🟡 🛡️ Security Published: · 4 min read ·

MARS: Textual Refusal Directions Protect Multimodal AI Models Without Additional Training

Editorial illustration: research on multimodal refusal control of AI models without retraining

Researchers from the University of Trento propose MARS — a multimodal safety approach that transfers refusal directions from a textual LLM and applies them to image and video inputs without any additional training. Tested on five current multimodal models with consistent safety improvements while preserving model utility.

🤖

This article was generated using artificial intelligence from primary sources.

Multimodal large language models — which simultaneously process text, images, and video — introduce a new challenge for safety researchers: safety mechanisms trained on text data do not automatically transfer to visual modalities. An attacker who cannot elicit a harmful response through a text query can sometimes achieve it with a carefully crafted image or video sequence.

A research team from the Department of Computer Science at the University of Trento — D’Incà, Mancini, and Sebe — proposes a new approach that bridges this gap without a single additional training step.

What Is MARS?

MARS (Modality-Agnostic Refusal Steering) starts from a simple but powerful premise: the mechanism by which an LLM refuses a harmful text request is not located exclusively in the input layer — it is embedded deeper in the model’s activation space. These refusal directions are geometric structures that can be identified and, as MARS demonstrates, generalized across modalities.

Concretely: refusal directions extracted from the purely textual part of the model are applicable to activations that arose from processing an image or video. A multimodal model contains knowledge of what refusal means — MARS activates that structure even in modalities where it is not otherwise present as an active safety mechanism.

Three Mechanisms That Make MARS Robust

The approach relies on three components that operate together during the generation of the first response token — the phase in which the refusal decision is made:

Activation re-centering is a shift of the activation space toward the region in which the model naturally refuses harmful requests. Activations arising from visual input are directed toward the same geometric zone in which the textual model recognizes harmful content.

Adaptive intervention scaling dynamically adjusts the strength of the correction depending on how far the input is from safe examples. This reduces the collateral effect on benign queries — the model’s utility is not degraded by blanket strengthening of all refusals.

Optimal layer selection identifies which transformer layer at first-token generation has the greatest influence on the refusal decision and applies the intervention precisely there. This is more efficient than applying it across all layers and reduces unwanted interactions with the rest of the network.

The Key Advantage: No Multimodal Safety Data

Classical approaches to multimodal safety require datasets that pair harmful visual input with an appropriate response — expensive and difficult to collect, and fine-tuning procedures can degrade model utility on standard tasks.

MARS needs no such data. It uses only the textual refusal structure already present in the model. This makes it applicable to any multimodal model that shares a common LLM backbone — without retraining, without a GPU cluster, without specialized safety datasets.

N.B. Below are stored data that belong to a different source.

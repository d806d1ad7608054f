"""Which machine a program runs on: --machine, then the program's .machine, then its panel
file, then ref8 — for run, test, asm, dis and debug, with located errors for unknown names."""

from __future__ import annotations

import io
import json
import shutil
from pathlib import Path

import pytest

from cli_support import cli

LINK8 = Path(__file__).parent / "machines" / "link8.toml"

ON_LINK8 = "        set 7\n        show\n        halt\n        .expect lamps == 7\n"
ON_REF8 = "        li r0, 5\n        halt\n        .expect r0 == 5\n"
ON_BOTH = "        halt\n        .expect lamps == 0\n"      # halt is 00000001 on both machines


@pytest.fixture
def bench(tmp_path, monkeypatch):
    """A machine file in machines/, programs in progs/, working in the folder above both.

    So ``../machines/link8.toml`` is found only relative to a program, and
    ``machines/link8.toml`` only relative to the working folder.
    """
    (tmp_path / "machines").mkdir()
    shutil.copy(LINK8, tmp_path / "machines" / "link8.toml")
    (tmp_path / "progs").mkdir()
    monkeypatch.chdir(tmp_path)
    return tmp_path


def program(bench: Path, name: str, text: str, panel: str | None = None) -> Path:
    path = bench / "progs" / name
    path.write_text(text, encoding="utf-8")
    if panel is not None:
        path.with_name(path.stem + ".panel.toml").write_text(panel, encoding="utf-8")
    return path


def machine_of(capsys, *argv) -> str:
    code, out, err = cli(capsys, "test", "--json", *argv)
    assert code == 0, out + err
    return json.loads(out)["programs"][0]["machine"]


def test_the_program_names_its_machine_by_a_path_relative_to_itself(capsys, bench):
    prog = program(bench, "lamp.asm", '.machine "../machines/link8.toml"\n' + ON_LINK8)
    code, out, _err = cli(capsys, "run", prog, "--json")
    assert code == 0 and json.loads(out)["lamps"] == 7
    assert machine_of(capsys, prog) == "link8"


def test_a_panel_file_names_the_machine_by_a_path_relative_to_itself(capsys, bench):
    prog = program(bench, "lamp.asm", ON_LINK8, panel='machine = "../machines/link8.toml"\n')
    assert machine_of(capsys, prog) == "link8"


def test_a_shipped_name_is_taken_before_a_file_of_that_name(capsys, bench):
    (bench / "progs" / "ref8").write_text("not a machine", encoding="utf-8")
    prog = program(bench, "five.asm", '.machine "ref8"\n' + ON_REF8)
    assert machine_of(capsys, prog) == "ref8"


def test_the_order_command_line_then_program_then_panel_then_ref8(capsys, bench):
    link = "../machines/link8.toml"
    both = program(bench, "both.asm", f'.machine "{link}"\n' + ON_BOTH, panel='machine = "ref8"\n')
    assert machine_of(capsys, both) == "link8"                        # the program over the panel file
    assert machine_of(capsys, both, "--machine", "ref8") == "ref8"    # the command line over both
    paneled = program(bench, "paneled.asm", ON_BOTH, panel=f'machine = "{link}"\n')
    assert machine_of(capsys, paneled) == "link8"
    plain = program(bench, "plain.asm", ON_BOTH)
    assert machine_of(capsys, plain) == "ref8"


def test_a_folder_of_programs_for_two_machines_needs_no_option(capsys, bench):
    program(bench, "lamp.asm", '.machine "../machines/link8.toml"\n' + ON_LINK8)
    program(bench, "five.asm", ON_REF8)
    code, out, _err = cli(capsys, "test", bench / "progs")
    assert code == 0, out
    lines = out.splitlines()
    assert lines[0].startswith(f"pass  {bench / 'progs' / 'five.asm'} on ref8  (")
    assert lines[1].startswith(f"pass  {bench / 'progs' / 'lamp.asm'} on link8  (")
    assert lines[2] == "2 programs: 2 passed, 0 failed"


def test_one_machine_for_all_is_not_named(capsys, bench):
    program(bench, "five.asm", ON_REF8)
    program(bench, "again.asm", ON_REF8)
    code, out, _err = cli(capsys, "test", bench / "progs")
    assert code == 0 and " on ref8" not in out


def test_an_unknown_machine_in_a_directive_is_a_located_error(capsys, bench):
    prog = program(bench, "typo.asm", '; for the link machine\n.machine  "lnk8"\n' + ON_LINK8)
    code, _out, err = cli(capsys, "run", prog)
    assert code == 1
    lines = err.splitlines()
    assert lines[0] == (f"{prog}:2:11: error: no machine 'lnk8': not a shipped machine (ref8, skep) nor a machine "
                        f"file (a path is relative to the program file)")
    assert lines[1:] == ['    .machine  "lnk8"', "              ^"]


def test_an_unknown_machine_in_a_panel_file_names_its_line(capsys, bench):
    prog = program(bench, "typo.asm", ON_REF8, panel='switches = 3\nmachine = "machines/link8.toml"\n')
    code, out, _err = cli(capsys, "test", prog)
    assert code == 1
    panel = prog.with_name("typo.panel.toml")
    assert (f"      {panel}:2: error: 'machine': no machine 'machines/link8.toml': not a shipped machine "
            f"(ref8, skep) nor a machine file (a path is relative to the panel file)") in out.splitlines()


def test_a_panel_machine_that_is_not_a_string_is_refused(capsys, bench):
    prog = program(bench, "bad.asm", ON_REF8, panel="machine = 8\n")
    code, _out, err = cli(capsys, "run", prog)
    assert code == 1 and f"{prog.with_name('bad.panel.toml')}:1: error: 'machine' must be a machine name" in err


def test_machine_must_be_the_first_statement(capsys, bench):
    prog = program(bench, "late.asm", ON_REF8 + '.machine "ref8"\n')
    code, _out, err = cli(capsys, "asm", prog, "--check")
    assert code == 1
    assert err.startswith(f"{prog}:4:1: error: .machine must be the first statement of the program file")


def test_asm_and_dis_follow_the_program_and_its_panel_file(capsys, bench):
    prog = program(bench, "lamp.asm", '.machine "../machines/link8.toml"\n' + ON_LINK8,
                   panel='machine = "../machines/link8.toml"\n')
    code, out, err = cli(capsys, "asm", prog)
    assert code == 0, err
    image = prog.with_suffix(".hex")
    assert image.with_name("lamp.panel.toml").exists()
    code, out, err = cli(capsys, "dis", image)
    assert code == 0, err
    assert "for link8" in out.splitlines()[0]
    assert "set 7" in out and "show" in out


def test_debug_follows_the_program(capsys, bench, monkeypatch):
    prog = program(bench, "lamp.asm", '.machine "../machines/link8.toml"\n' + ON_LINK8)
    monkeypatch.setattr("sys.stdin", io.StringIO("registers\n"))
    code, out, err = cli(capsys, "debug", prog)
    assert code == 0, err
    assert "lr" in out and "r0" not in out


def test_an_image_finds_its_machine_file_through_its_debug_file(capsys, bench):
    prog = program(bench, "lamp.asm", '.machine "../machines/link8.toml"\n' + ON_LINK8)
    (bench / "images").mkdir()
    image = bench / "images" / "lamp.hex"
    code, _out, err = cli(capsys, "asm", prog, "-o", image)
    assert code == 0, err
    recorded = json.loads(image.with_name("lamp.dbg.json").read_text(encoding="utf-8"))
    assert (recorded["machine"], recorded["machine_file"]) == ("link8", "../machines/link8.toml")
    code, out, err = cli(capsys, "dis", image)
    assert code == 0, err
    assert out.splitlines()[0].endswith("for link8") and "set 7" in out
    code, out, err = cli(capsys, "run", image, "--json")
    assert code == 0, err
    assert json.loads(out)["lamps"] == 7


def test_a_shipped_machine_is_recorded_by_name_alone(capsys, bench):
    prog = program(bench, "five.asm", ON_REF8)
    code, _out, err = cli(capsys, "asm", prog)
    assert code == 0, err
    recorded = json.loads(prog.with_suffix(".dbg.json").read_text(encoding="utf-8"))
    assert (recorded["machine"], recorded["machine_file"]) == ("ref8", None)


def test_an_image_whose_machine_file_is_gone_says_so_and_suggests_the_option(capsys, bench):
    prog = program(bench, "lamp.asm", '.machine "../machines/link8.toml"\n' + ON_LINK8)
    code, _out, err = cli(capsys, "asm", prog)
    assert code == 0, err
    (bench / "machines" / "link8.toml").rename(bench / "machines" / "moved.toml")
    debug = prog.with_suffix(".dbg.json")
    for command in ("dis", "run"):
        code, _out, err = cli(capsys, command, prog.with_suffix(".hex"))
        assert code == 1
        assert err.splitlines() == [f"{debug}: error: the image was assembled for machine 'link8' from "
                                    f"{bench / 'machines' / 'link8.toml'}, which is not there: name its "
                                    f"machine file with --machine FILE"]
    code, out, err = cli(capsys, "dis", prog.with_suffix(".hex"), "--machine", bench / "machines" / "moved.toml")
    assert code == 0 and "set 7" in out, err


def test_a_debug_file_naming_an_unknown_machine_and_no_file_suggests_the_option(capsys, bench):
    prog = program(bench, "lamp.asm", '.machine "../machines/link8.toml"\n' + ON_LINK8)
    cli(capsys, "asm", prog)
    debug = prog.with_suffix(".dbg.json")
    recorded = json.loads(debug.read_text(encoding="utf-8"))
    del recorded["machine_file"]                 # as a debug file of an earlier release
    debug.write_text(json.dumps(recorded), encoding="utf-8")
    code, _out, err = cli(capsys, "run", prog.with_suffix(".hex"))
    assert code == 1
    assert err.strip() == (f"{debug}: error: the image was assembled for machine 'link8', which is not a "
                           f"shipped machine, and the debug file names no machine file: name its machine "
                           f"file with --machine FILE")


def test_a_damaged_debug_file_is_the_images_error_not_a_reason_to_fall_back_to_ref8(capsys, bench):
    prog = program(bench, "lamp.asm", '.machine "../machines/link8.toml"\n' + ON_LINK8)
    cli(capsys, "asm", prog)
    debug = prog.with_suffix(".dbg.json")
    recorded = json.loads(debug.read_text(encoding="utf-8"))
    recorded["machine_file"] = 5
    debug.write_text(json.dumps(recorded), encoding="utf-8")
    code, _out, err = cli(capsys, "run", prog.with_suffix(".hex"))
    assert code == 1
    assert err.strip() == f"{debug}: error: top level: 'machine_file' must be a machine file's path or null, not 5"


def test_an_image_run_on_another_machine_names_both(capsys, bench):
    prog = program(bench, "lamp.asm", '.machine "../machines/link8.toml"\n' + ON_LINK8)
    cli(capsys, "asm", prog)
    code, _out, err = cli(capsys, "run", prog.with_suffix(".hex"), "--machine", "ref8")
    assert code == 1
    assert err.strip() == f"{prog.with_suffix('.dbg.json')}: error: the debug file is for machine 'link8', not 'ref8'"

Testing on Five Current Multimodal Models

The researchers conducted evaluation on five current SOTA multimodal models that process images and video. Results show consistent safety gains: models with MARS active less frequently generate harmful content in response to visual attacks that would otherwise bypass textual defenses.

The critical condition in production environments — that the safety intervention does not degrade utility — is satisfied: utility on benign tasks is preserved. A safety intervention that negatively affects response quality would not be accepted in practice.

The authors emphasize that MARS is not a replacement for robust safety training — it is a lightweight layer that can improve an already-deployed model quickly and without significant cost. Combining it with the original safety training should theoretically yield even better results.

Broader Context: Why Modality-Specific Safety Is Urgent

Visual attacks on multimodal models represent a growing threat category: adversarial images, text embedded in photographs, video sequences designed to confuse safety filters. As multimodal models are deployed in production systems — from chatbots with image upload capability to automated visual content review systems — vulnerabilities specific to visual modalities are becoming increasingly relevant.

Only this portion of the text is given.